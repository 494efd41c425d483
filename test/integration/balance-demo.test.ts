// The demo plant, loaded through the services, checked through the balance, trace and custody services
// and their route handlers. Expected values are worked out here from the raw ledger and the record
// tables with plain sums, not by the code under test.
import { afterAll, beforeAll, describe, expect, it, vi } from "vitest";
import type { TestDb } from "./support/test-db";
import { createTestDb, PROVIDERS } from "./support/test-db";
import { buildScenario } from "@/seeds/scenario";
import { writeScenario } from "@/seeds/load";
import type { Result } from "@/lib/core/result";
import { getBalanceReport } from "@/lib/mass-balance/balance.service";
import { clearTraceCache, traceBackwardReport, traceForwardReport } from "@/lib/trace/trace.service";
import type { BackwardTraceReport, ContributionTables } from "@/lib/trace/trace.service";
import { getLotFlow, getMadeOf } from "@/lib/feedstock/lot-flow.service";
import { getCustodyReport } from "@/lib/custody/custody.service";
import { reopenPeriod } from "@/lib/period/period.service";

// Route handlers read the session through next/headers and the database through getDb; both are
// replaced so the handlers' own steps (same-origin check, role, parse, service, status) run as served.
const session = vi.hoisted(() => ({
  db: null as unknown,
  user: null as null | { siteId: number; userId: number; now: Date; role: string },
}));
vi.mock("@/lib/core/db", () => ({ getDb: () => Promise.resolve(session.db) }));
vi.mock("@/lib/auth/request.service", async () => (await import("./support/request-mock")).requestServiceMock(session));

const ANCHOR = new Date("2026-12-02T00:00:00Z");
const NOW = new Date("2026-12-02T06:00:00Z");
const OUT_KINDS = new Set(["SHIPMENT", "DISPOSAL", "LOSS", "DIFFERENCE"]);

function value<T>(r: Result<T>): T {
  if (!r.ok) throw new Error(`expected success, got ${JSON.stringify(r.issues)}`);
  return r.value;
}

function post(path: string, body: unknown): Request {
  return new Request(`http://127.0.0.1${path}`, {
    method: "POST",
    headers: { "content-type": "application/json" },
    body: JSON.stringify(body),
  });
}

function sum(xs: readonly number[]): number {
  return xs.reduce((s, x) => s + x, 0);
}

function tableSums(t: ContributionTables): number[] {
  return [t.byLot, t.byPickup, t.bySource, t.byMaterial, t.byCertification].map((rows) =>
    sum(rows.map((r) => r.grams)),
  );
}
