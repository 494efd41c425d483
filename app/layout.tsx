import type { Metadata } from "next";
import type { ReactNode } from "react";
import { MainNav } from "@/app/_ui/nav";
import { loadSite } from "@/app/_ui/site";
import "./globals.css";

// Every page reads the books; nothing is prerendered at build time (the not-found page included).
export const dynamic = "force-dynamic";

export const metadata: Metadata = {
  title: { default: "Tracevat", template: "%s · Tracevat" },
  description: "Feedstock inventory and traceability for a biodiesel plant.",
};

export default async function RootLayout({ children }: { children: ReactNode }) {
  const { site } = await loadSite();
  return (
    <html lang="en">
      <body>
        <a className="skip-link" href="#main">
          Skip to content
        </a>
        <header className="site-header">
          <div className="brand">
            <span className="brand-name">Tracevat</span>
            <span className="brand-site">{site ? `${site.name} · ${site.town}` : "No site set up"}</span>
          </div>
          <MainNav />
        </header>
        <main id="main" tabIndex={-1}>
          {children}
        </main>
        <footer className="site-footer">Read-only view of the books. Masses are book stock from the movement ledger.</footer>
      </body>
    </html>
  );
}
········
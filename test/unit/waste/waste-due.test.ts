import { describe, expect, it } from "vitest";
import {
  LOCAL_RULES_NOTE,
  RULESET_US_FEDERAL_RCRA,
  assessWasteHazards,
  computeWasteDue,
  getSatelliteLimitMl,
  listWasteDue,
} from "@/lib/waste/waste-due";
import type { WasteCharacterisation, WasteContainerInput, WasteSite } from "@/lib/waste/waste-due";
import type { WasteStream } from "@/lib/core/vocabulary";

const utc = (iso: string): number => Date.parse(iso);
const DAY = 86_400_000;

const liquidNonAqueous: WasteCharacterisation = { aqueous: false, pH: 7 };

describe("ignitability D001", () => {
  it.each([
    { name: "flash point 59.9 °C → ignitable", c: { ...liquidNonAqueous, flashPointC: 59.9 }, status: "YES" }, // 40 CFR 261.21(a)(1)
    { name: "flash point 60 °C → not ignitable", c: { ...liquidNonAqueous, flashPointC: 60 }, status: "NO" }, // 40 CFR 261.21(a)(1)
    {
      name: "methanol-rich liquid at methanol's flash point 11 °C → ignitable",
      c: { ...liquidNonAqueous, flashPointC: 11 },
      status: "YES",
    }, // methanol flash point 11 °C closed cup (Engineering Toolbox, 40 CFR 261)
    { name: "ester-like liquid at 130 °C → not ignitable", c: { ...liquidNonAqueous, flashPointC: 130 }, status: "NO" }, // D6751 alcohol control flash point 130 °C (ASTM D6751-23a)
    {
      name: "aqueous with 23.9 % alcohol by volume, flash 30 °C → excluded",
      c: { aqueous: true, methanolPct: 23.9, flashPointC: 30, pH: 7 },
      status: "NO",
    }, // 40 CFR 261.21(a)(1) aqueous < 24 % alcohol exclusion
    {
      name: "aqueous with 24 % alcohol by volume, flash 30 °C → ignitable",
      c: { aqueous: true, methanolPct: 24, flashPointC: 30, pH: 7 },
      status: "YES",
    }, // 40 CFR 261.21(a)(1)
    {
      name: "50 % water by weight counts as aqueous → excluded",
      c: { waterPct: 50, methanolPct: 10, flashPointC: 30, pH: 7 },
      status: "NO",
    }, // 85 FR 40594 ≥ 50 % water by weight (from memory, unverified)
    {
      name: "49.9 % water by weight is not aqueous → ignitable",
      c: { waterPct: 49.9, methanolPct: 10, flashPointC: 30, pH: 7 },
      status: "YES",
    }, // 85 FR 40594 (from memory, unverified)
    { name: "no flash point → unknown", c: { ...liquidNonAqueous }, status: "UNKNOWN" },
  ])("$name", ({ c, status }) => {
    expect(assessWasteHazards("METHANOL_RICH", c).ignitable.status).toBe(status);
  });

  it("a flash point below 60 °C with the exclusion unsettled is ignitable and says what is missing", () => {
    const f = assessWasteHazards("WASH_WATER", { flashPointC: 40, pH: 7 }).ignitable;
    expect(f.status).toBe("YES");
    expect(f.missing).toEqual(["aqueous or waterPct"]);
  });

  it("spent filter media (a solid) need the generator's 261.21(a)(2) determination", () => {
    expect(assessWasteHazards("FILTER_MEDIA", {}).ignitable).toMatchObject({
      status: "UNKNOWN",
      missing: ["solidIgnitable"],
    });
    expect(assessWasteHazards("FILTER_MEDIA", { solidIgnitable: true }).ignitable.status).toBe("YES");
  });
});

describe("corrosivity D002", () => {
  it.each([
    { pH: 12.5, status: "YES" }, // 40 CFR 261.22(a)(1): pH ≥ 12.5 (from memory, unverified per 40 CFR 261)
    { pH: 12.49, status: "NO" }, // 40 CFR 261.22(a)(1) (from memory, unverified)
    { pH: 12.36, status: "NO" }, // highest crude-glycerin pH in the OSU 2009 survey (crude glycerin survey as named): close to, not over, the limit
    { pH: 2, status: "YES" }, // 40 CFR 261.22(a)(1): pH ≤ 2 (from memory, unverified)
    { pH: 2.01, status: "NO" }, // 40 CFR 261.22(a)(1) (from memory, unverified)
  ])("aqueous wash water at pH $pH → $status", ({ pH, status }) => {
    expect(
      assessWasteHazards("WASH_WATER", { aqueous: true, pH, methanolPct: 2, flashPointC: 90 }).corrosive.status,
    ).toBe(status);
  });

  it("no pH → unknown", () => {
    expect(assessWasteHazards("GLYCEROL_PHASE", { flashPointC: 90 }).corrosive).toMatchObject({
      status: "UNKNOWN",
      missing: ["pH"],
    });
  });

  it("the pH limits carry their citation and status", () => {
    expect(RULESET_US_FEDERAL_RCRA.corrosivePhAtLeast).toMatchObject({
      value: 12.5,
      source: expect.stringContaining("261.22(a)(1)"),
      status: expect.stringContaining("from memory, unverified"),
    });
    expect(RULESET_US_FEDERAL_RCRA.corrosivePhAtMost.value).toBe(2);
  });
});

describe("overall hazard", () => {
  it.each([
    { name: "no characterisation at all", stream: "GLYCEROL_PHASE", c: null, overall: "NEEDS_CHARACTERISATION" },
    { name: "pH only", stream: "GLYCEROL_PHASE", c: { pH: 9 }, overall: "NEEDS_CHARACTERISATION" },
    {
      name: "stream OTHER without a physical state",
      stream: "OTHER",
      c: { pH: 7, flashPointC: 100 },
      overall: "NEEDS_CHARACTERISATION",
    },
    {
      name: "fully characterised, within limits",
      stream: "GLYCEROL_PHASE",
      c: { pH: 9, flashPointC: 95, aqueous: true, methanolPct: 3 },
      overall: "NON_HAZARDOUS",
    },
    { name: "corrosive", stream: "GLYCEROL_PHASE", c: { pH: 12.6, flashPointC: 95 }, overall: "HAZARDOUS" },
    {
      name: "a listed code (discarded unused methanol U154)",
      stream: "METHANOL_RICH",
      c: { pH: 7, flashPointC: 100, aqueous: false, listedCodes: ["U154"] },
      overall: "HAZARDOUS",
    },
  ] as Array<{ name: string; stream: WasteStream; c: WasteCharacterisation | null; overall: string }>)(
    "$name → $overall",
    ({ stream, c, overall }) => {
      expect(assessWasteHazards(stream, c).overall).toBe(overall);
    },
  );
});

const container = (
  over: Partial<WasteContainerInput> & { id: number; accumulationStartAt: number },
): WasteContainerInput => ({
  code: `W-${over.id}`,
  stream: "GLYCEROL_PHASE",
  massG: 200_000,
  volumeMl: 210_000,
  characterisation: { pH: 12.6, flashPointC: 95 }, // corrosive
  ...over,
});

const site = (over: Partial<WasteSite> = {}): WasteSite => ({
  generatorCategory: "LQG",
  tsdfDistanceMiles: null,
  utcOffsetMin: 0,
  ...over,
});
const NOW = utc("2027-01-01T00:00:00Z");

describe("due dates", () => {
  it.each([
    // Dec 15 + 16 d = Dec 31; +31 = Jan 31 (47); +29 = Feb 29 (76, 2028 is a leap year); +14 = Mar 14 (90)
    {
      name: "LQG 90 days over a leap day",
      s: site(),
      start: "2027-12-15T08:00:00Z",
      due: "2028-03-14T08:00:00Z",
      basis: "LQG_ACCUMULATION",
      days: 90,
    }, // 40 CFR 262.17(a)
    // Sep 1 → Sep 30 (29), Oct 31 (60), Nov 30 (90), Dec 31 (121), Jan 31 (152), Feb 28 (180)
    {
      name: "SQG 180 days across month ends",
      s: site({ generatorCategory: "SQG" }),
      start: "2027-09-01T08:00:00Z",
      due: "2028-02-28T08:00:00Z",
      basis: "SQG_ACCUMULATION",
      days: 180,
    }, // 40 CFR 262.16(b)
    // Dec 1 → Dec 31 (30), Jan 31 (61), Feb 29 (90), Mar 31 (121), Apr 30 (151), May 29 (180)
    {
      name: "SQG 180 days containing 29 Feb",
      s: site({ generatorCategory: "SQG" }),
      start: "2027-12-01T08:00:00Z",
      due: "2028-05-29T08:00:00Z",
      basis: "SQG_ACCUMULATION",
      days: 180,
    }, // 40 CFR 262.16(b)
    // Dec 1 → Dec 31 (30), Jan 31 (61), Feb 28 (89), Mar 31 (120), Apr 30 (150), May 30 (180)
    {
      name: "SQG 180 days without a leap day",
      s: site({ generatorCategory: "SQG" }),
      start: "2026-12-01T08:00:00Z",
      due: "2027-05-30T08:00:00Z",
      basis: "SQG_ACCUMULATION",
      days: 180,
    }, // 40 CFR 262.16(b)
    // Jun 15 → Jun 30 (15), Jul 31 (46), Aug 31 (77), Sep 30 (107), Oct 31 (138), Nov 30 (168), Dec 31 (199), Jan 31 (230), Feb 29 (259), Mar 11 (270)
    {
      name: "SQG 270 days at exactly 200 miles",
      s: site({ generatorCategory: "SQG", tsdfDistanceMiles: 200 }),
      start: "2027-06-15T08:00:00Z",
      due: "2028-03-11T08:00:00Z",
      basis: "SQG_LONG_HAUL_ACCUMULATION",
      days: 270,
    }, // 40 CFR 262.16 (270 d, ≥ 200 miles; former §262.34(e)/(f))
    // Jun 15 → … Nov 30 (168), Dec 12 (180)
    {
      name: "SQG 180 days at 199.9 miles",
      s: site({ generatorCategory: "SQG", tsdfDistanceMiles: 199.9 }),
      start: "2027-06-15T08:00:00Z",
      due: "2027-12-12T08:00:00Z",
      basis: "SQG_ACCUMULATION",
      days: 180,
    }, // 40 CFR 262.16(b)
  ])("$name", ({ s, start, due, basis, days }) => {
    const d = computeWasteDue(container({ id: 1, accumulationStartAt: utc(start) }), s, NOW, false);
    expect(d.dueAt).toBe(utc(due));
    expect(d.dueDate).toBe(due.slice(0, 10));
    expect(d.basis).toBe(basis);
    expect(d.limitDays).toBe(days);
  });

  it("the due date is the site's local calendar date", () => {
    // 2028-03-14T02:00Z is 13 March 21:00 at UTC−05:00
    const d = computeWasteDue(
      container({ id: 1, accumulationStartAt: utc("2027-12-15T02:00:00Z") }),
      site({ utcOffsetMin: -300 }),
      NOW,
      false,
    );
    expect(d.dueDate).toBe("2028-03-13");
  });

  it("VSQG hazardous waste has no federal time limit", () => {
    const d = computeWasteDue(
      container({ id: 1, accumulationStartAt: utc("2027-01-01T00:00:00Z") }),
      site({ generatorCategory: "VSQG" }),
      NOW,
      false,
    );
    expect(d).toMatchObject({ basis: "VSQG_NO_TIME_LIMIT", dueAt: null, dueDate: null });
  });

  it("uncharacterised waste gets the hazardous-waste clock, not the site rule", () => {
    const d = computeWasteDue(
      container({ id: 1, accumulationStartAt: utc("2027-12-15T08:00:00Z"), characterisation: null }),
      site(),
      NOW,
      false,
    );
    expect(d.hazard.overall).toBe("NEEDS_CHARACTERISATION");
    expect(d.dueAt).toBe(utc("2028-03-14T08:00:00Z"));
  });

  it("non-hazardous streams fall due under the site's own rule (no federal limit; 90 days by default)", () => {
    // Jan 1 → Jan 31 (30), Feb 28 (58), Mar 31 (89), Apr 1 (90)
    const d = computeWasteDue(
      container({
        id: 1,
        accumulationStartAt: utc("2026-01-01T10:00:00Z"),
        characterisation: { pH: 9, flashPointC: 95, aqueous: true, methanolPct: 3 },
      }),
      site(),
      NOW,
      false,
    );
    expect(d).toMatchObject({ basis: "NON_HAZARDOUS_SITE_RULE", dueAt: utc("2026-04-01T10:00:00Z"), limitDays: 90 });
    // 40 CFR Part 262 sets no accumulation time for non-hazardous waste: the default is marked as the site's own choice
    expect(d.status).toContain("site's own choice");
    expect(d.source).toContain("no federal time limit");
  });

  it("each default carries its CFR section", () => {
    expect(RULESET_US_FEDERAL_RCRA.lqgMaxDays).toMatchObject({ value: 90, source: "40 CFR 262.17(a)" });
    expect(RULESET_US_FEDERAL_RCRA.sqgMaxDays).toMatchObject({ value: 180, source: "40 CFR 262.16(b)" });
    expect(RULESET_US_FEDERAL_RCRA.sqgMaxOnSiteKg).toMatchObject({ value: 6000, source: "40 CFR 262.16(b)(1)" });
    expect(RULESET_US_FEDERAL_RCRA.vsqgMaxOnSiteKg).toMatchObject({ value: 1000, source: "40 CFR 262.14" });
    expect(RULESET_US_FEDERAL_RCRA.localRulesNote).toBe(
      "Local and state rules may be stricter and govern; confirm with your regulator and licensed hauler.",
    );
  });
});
········
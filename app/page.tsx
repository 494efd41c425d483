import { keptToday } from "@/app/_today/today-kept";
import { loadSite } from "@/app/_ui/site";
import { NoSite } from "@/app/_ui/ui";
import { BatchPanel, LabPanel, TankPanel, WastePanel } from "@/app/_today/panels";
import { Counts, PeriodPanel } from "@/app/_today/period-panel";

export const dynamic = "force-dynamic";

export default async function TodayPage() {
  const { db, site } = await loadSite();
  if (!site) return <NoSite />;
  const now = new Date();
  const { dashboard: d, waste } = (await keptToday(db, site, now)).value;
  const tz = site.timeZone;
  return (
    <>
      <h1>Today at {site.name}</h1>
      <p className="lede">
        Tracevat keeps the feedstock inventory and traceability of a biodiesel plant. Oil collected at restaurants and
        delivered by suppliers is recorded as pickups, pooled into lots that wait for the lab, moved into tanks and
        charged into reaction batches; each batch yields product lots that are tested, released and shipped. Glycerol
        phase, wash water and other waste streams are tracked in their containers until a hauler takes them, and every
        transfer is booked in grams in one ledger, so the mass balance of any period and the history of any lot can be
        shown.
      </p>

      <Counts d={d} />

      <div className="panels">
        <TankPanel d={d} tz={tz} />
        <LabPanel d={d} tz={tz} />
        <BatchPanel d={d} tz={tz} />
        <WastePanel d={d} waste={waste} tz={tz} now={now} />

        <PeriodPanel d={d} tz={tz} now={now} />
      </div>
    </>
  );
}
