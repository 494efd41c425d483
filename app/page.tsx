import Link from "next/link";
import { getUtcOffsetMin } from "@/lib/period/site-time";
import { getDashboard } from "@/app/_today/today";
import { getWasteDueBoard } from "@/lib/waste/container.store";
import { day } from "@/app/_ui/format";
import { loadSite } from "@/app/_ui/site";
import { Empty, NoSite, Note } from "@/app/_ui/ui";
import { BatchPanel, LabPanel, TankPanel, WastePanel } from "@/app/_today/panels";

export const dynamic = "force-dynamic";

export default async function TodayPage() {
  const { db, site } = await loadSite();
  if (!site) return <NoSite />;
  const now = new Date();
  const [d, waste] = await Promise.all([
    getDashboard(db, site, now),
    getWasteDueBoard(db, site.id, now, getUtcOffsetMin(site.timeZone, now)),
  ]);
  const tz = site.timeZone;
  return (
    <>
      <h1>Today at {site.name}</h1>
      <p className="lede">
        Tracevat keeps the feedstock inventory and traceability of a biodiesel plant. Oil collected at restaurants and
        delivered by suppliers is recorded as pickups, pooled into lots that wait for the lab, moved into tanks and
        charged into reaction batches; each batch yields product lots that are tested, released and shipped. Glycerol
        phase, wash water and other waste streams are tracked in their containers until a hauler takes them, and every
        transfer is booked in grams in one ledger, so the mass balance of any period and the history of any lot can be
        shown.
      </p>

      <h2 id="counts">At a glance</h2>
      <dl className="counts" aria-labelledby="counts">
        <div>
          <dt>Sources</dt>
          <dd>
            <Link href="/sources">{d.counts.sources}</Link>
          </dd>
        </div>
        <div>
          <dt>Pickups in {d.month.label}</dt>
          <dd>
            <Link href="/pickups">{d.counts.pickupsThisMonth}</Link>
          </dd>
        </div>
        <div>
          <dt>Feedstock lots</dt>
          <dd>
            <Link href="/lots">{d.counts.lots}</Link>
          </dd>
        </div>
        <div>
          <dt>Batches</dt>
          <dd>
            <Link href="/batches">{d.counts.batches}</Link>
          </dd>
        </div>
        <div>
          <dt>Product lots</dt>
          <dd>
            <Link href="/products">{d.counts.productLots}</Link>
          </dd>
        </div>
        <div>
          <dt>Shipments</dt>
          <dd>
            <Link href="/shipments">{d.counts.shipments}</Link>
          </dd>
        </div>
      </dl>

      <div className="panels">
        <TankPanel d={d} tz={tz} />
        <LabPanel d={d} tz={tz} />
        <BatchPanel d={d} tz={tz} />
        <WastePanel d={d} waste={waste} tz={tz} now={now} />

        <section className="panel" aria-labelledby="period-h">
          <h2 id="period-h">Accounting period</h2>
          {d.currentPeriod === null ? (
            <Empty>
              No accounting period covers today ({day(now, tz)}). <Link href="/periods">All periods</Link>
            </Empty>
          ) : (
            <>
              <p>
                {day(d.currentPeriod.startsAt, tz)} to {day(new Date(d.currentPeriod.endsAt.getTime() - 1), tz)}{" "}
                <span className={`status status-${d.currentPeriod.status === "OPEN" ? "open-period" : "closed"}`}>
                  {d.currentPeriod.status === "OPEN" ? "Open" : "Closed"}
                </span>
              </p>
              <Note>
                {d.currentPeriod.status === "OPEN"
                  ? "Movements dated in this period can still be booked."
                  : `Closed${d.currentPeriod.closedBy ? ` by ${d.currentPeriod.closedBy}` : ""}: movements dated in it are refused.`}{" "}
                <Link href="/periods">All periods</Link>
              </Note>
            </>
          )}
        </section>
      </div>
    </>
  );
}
········
Problem to solve :: Copy out each line in the preceding records that contains "missing".

Response to this exercise ::
  it("a flash point below 60 °C with the exclusion unsettled is ignitable and says what is missing", () => {
    expect(f.missing).toEqual(["aqueous or waterPct"]);
      missing: ["solidIgnitable"],
      missing: ["pH"],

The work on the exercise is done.